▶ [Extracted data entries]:
########################################
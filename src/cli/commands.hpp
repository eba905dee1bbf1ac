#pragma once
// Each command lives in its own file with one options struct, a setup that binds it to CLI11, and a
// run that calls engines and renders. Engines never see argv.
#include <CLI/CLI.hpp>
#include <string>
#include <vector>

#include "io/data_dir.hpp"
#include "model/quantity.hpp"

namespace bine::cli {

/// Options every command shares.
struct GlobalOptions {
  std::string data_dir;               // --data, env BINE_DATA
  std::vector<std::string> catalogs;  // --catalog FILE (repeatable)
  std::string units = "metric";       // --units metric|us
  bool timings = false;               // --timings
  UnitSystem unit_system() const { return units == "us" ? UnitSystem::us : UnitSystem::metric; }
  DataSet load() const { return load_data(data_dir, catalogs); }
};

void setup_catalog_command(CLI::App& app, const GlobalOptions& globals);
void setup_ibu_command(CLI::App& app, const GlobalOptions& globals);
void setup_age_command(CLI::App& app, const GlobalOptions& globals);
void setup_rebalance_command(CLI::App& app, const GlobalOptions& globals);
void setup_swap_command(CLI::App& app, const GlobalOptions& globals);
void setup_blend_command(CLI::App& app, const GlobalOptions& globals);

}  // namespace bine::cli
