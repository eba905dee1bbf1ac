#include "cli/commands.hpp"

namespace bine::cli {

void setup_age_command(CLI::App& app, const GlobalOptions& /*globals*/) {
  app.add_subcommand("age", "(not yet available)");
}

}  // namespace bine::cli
########################################
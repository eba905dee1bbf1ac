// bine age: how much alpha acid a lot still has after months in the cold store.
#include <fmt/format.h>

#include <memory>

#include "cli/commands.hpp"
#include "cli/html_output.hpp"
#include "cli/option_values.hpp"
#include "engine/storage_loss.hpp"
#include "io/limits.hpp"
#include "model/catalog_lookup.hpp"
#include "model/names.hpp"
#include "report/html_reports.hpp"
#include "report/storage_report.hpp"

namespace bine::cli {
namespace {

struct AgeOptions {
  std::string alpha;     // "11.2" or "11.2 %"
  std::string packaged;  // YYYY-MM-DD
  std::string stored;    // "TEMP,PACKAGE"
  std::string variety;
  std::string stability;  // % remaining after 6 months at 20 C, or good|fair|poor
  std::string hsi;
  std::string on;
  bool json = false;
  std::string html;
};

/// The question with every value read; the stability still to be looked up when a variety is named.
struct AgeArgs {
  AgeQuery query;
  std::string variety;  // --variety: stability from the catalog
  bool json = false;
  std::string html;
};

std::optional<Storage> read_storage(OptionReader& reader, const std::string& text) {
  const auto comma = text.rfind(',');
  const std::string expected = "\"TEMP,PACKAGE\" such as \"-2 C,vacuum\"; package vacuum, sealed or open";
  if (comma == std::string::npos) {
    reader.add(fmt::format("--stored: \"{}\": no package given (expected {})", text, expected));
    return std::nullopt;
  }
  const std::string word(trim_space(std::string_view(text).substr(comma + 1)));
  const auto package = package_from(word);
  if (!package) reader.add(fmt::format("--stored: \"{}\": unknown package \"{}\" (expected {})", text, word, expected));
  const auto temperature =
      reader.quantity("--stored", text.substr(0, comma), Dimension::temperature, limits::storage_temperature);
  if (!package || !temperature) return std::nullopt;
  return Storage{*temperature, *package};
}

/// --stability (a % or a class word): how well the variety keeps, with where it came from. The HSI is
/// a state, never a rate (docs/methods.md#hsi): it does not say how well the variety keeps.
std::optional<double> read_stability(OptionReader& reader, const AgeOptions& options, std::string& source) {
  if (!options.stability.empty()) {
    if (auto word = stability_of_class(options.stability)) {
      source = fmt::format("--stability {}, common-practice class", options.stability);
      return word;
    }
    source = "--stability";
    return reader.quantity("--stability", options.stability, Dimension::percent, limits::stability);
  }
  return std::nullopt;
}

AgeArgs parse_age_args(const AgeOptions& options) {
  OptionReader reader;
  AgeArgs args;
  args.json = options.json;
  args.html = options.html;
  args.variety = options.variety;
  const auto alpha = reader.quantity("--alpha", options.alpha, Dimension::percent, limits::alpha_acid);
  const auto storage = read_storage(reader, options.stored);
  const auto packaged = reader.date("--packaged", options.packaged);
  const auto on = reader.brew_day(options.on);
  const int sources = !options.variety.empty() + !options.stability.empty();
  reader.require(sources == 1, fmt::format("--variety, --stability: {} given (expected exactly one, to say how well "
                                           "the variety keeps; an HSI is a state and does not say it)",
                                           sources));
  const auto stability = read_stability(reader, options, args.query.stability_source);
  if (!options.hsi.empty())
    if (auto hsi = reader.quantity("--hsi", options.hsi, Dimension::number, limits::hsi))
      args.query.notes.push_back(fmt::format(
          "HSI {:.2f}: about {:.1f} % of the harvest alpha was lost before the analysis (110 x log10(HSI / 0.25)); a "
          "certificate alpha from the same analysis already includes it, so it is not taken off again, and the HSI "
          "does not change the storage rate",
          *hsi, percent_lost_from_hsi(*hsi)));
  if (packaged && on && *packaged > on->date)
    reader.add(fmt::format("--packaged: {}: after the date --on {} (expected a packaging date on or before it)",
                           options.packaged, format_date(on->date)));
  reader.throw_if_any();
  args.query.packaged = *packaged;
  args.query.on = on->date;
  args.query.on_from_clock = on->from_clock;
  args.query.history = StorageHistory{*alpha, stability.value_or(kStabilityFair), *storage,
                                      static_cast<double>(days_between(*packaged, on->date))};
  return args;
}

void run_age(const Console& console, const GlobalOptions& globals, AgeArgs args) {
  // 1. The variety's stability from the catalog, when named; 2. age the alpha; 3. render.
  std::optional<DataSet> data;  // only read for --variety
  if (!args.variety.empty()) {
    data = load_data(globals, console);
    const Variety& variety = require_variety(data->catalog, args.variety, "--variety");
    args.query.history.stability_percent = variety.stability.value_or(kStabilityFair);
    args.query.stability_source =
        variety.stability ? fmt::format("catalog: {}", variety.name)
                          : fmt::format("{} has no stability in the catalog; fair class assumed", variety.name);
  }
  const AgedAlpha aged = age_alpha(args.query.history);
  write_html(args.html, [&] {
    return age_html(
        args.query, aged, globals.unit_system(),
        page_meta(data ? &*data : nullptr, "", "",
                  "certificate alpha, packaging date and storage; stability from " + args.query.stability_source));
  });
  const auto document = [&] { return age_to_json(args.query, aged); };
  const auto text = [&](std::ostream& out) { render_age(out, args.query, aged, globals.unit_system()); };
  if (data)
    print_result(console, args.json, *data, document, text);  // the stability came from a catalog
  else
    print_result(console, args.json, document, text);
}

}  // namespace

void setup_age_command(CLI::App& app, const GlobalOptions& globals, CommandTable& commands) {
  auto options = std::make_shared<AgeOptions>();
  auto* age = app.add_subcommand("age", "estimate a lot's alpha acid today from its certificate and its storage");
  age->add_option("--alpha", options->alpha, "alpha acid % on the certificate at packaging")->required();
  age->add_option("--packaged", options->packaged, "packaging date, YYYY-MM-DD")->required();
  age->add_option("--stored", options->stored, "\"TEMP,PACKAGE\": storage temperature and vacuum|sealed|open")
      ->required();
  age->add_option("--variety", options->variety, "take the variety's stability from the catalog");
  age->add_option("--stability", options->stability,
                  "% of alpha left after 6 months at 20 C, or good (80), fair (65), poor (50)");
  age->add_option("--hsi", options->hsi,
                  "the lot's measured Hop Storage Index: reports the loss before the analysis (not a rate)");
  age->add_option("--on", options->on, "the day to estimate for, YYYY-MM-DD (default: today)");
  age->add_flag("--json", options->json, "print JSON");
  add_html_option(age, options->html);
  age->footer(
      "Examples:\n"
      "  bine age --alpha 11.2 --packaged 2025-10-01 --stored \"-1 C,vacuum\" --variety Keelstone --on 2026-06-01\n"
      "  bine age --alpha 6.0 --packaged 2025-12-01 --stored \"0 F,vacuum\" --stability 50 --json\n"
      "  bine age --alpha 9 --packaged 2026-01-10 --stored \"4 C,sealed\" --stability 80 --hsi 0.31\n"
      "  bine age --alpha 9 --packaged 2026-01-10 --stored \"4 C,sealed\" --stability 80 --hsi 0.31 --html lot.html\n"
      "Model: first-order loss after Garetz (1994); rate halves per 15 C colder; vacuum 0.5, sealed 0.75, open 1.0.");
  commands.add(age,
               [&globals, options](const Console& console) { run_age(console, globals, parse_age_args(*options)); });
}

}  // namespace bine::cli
########################################
▶ [How to complete this task]: Once you find the line with "not change the" above, print it and every line after it up to and including the line with "after the date", exactly as written and nothing else.

▶ [Response]:
          "does not change the storage rate",
          *hsi, percent_lost_from_hsi(*hsi)));
  if (packaged && on && *packaged > on->date)
    reader.add(fmt::format("--packaged: {}: after the date --on {} (expected a packaging date on or before it)",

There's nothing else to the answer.